Sementara KM Cantika Lestari 77B seharusnya bertolak kemarin, namun angin kencang memaksa penundaan. Keberangkatan dijadwalkan ulang pada 6 April 2026. Penumpang diimbau memantau informasi resmi dari UPP Kelas III Wonreli.
“Kapal keluar tergantung cuaca. Tiga kapal saja yang kami tunda keberangkatannya sementara kapal yang lain, kami tidak tahu posisinya di mana,” ujar Soplanit
Pernyataan Soplanit juga menyentuh keterbatasan informasi yang dihadapi pihak UPP. Ia mengakui bahwa dari sejumlah kapal yang beroperasi di wilayah perairan MBD, hanya tiga kapal tersebut yang statusnya dapat dipantau dan dikonfirmasi secara resmi.
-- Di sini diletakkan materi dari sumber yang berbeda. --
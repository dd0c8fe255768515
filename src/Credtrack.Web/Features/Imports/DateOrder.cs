using System.Globalization;
using System.Text.RegularExpressions;

namespace Credtrack.Web.Features.Imports;

public enum DateOrder { YearFirst, DayFirst, MonthFirst }

/// <summary>Times as spreadsheets write them: 03/04/2026 14:05. Which of the two is the month only the whole column tells, or nobody.</summary>
public static partial class DateOrders
{
    /// <summary>The orders in which all of these can be read; what is no such date is left for the reader of the format, which names it.</summary>
    public static IReadOnlyList<DateOrder> Possible(IEnumerable<string> cells)
    {
        var (day, month, any) = (true, true, false);
        foreach (var cell in cells)
        {
            if (Numbers().Match(cell) is not { Success: true } found) continue;
            any = true;
            if (Number(found, "second") > 12) day = false;
            if (Number(found, "first") > 12) month = false;
        }
        return !any ? [DateOrder.YearFirst] : [.. day ? new[] { DateOrder.DayFirst } : [], .. month ? new[] { DateOrder.MonthFirst } : []];
    }

    /// <summary>The same time as the format writes it; a cell that is no such date stays as it is.</summary>
    public static string Iso(this DateOrder order, string cell)
    {
        if (Spaced().Match(cell) is { Success: true } spaced) return $"{spaced.Groups["day"].Value}T{spaced.Groups["time"].Value}";
        if (order == DateOrder.YearFirst || Numbers().Match(cell) is not { Success: true } found) return cell;
        var (day, month) = order == DateOrder.DayFirst ? (Number(found, "first"), Number(found, "second")) : (Number(found, "second"), Number(found, "first"));
        var time = found.Groups["time"] is { Success: true } given ? $"T{(given.Value.IndexOf(':', StringComparison.Ordinal) == 1 ? "0" : "")}{given.Value}" : "";
        return string.Create(CultureInfo.InvariantCulture, $"{found.Groups["year"].Value}-{month:00}-{day:00}{time}");
    }

    public static string Printed(this DateOrder order) => order switch
    {
        DateOrder.DayFirst => "Day first: 31/12/2026",
        DateOrder.MonthFirst => "Month first: 12/31/2026",
        _ => "Year first: 2026-12-31",
    };

    private static int Number(Match found, string part) => int.Parse(found.Groups[part].ValueSpan, CultureInfo.InvariantCulture);

    [GeneratedRegex(@"\A(?<first>\d{1,2})(?<between>[/.-])(?<second>\d{1,2})\k<between>(?<year>\d{4})([ T](?<time>\d{1,2}:\d{2}(:\d{2})?))?\z", RegexOptions.ExplicitCapture)]
    private static partial Regex Numbers();

    [GeneratedRegex(@"\A(?<day>\d{4}-\d{2}-\d{2}) (?<time>\d{2}:\d{2}\S*)\z", RegexOptions.ExplicitCapture)]
    private static partial Regex Spaced();
}
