namespace Credtrack.Web.Features.Scans.Pictures.Removals;

/// <summary>A picture that should not be here, taken out by others than its trainee: the bytes go, the fact stays.</summary>
[Route("scans/{scanId:guid}/pictures/{number:int}/removals")]
[Members]
public sealed class RemovalsController(CredtrackDb db, Me me, TimeProvider clock, PictureFiles files) : Controller
{
    [HttpGet("new")]
    public async Task<IActionResult> New(Guid scanId, int number) =>
        await ReasonPage.Load(db.ScansOverseenBy(me.Person), me.Person, scanId, new ReasonForm(), number) is { } page ? View("New", page) : NotFound();

    [HttpPost("")]
    public async Task<IActionResult> Create(Guid scanId, int number, ReasonForm form)
    {
        if (await db.ScansOverseenBy(me.Person).Find(scanId) is not { } scan) return NotFound();
        if (scan.Pictures.SingleOrDefault(p => p.Number == number) is not { } picture) return NotFound();
        if (!ModelState.IsValid) return this.Again("New", await ReasonPage.Load(db.ScansOverseenBy(me.Person), me.Person, scanId, form, number));
        db.Seen(scan, form.Version);
        scan.TakeOut(me.Person, picture, form.Reason!.Trim(), clock.UtcNow());
        await db.SaveChangesAsync();
        await db.EraseUnused(files, [picture.Sha256]);
        return this.Done($"~/scans/{scanId}", files.Has(picture.Sha256) ? $"Picture {number} removed here; another scan shows the same picture, and its file is erased when it is removed there too" : $"Picture {number} removed, its file erased");
    }
}
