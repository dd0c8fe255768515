using Credtrack.Core.Imports;

namespace Credtrack.Web.Features.Imports;

[Route("imports")]
[Members(MembershipKind.Coordinator)]
public sealed class ImportsController(CredtrackDb db, Me me, TimeProvider clock, LongWork work) : Controller
{
    [HttpGet("")]
    public async Task<IActionResult> Index(int page = 1) => View(await ImportsPage.Load(db, me.Person, Math.Clamp(page, 1, 10_000)));

    [HttpGet("{id:guid}")]
    public async Task<IActionResult> Show(Guid id, int page = 1, int faults = 1)
    {
        if (await ImportPage.Load(db, me, clock, work, id) is not { } found) return NotFound();
        if (found.Import.State == ImportState.Uploaded) return new LocalRedirectResult($"~/imports/{id}/mappings/new");
        // Without script the page asks again by itself while rows are staged.
        if (found.Running is not null) Response.Headers["Refresh"] = "2";
        return View(found with { Page = Math.Clamp(page, 1, 10_000), FaultPage = Math.Clamp(faults, 1, 10_000) });
    }

    [HttpGet("new")]
    public IActionResult New(Guid programme) => View("New", NewImportPage.Of(me.Person, new ImportForm { Programme = programme }));

    [HttpPost("")]
    [RequestSizeLimit(ImportForm.LongestForm), RequestFormLimits(MultipartBodyLengthLimit = ImportForm.LongestForm)]
    public async Task<IActionResult> Create(ImportForm form)
    {
        if (await db.Programmes.SingleOrDefaultAsync(p => p.Id == form.Programme) is not { } programme || Import.WhyNotUpload(me.Person, programme) is not null) return NotFound();
        if (await form.Take(ModelState) is not { } content) return this.Again("New", NewImportPage.Of(me.Person, form));
        var import = Import.Upload(me.Person, programme, form.File!.FileName, content, clock.UtcNow());
        db.Add(import);
        await db.SaveChangesAsync();
        return new LocalRedirectResult($"~/imports/{import.Id}/mappings/new");
    }
}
Untuk kapal-kapal lainnya, koordinasi posisi menjadi tantangan tersendiri di tengah kondisi cuaca yang tidak bersahabat.

Sumber: BalobeNews
Penundaan ini terjadi di tengah masa sibuk arus mudik dan arus balik Lebaran 2026. Kondisi cuaca yang memburuk justru berpotensi memperparah kepadatan penumpang yang menumpuk di pelabuhan, mengingat Posko Lebaran di UPP Wonreli baru akan resmi ditutup pada 31 Maret 2026.
Data UPP Wonreli mencatat kenaikan signifikan pada arus mudik Lebaran 2026. Jika tahun lalu angka arus mudik dan balik berada di kisaran 60 persen, tahun ini melonjak menjadi 70 persen naik 10 persen dibanding periode yang sama tahun 2025. Lonjakan ini menjadi tantangan tambahan di tengah situasi cuaca yang belum memungkinkan pelayaran optimal.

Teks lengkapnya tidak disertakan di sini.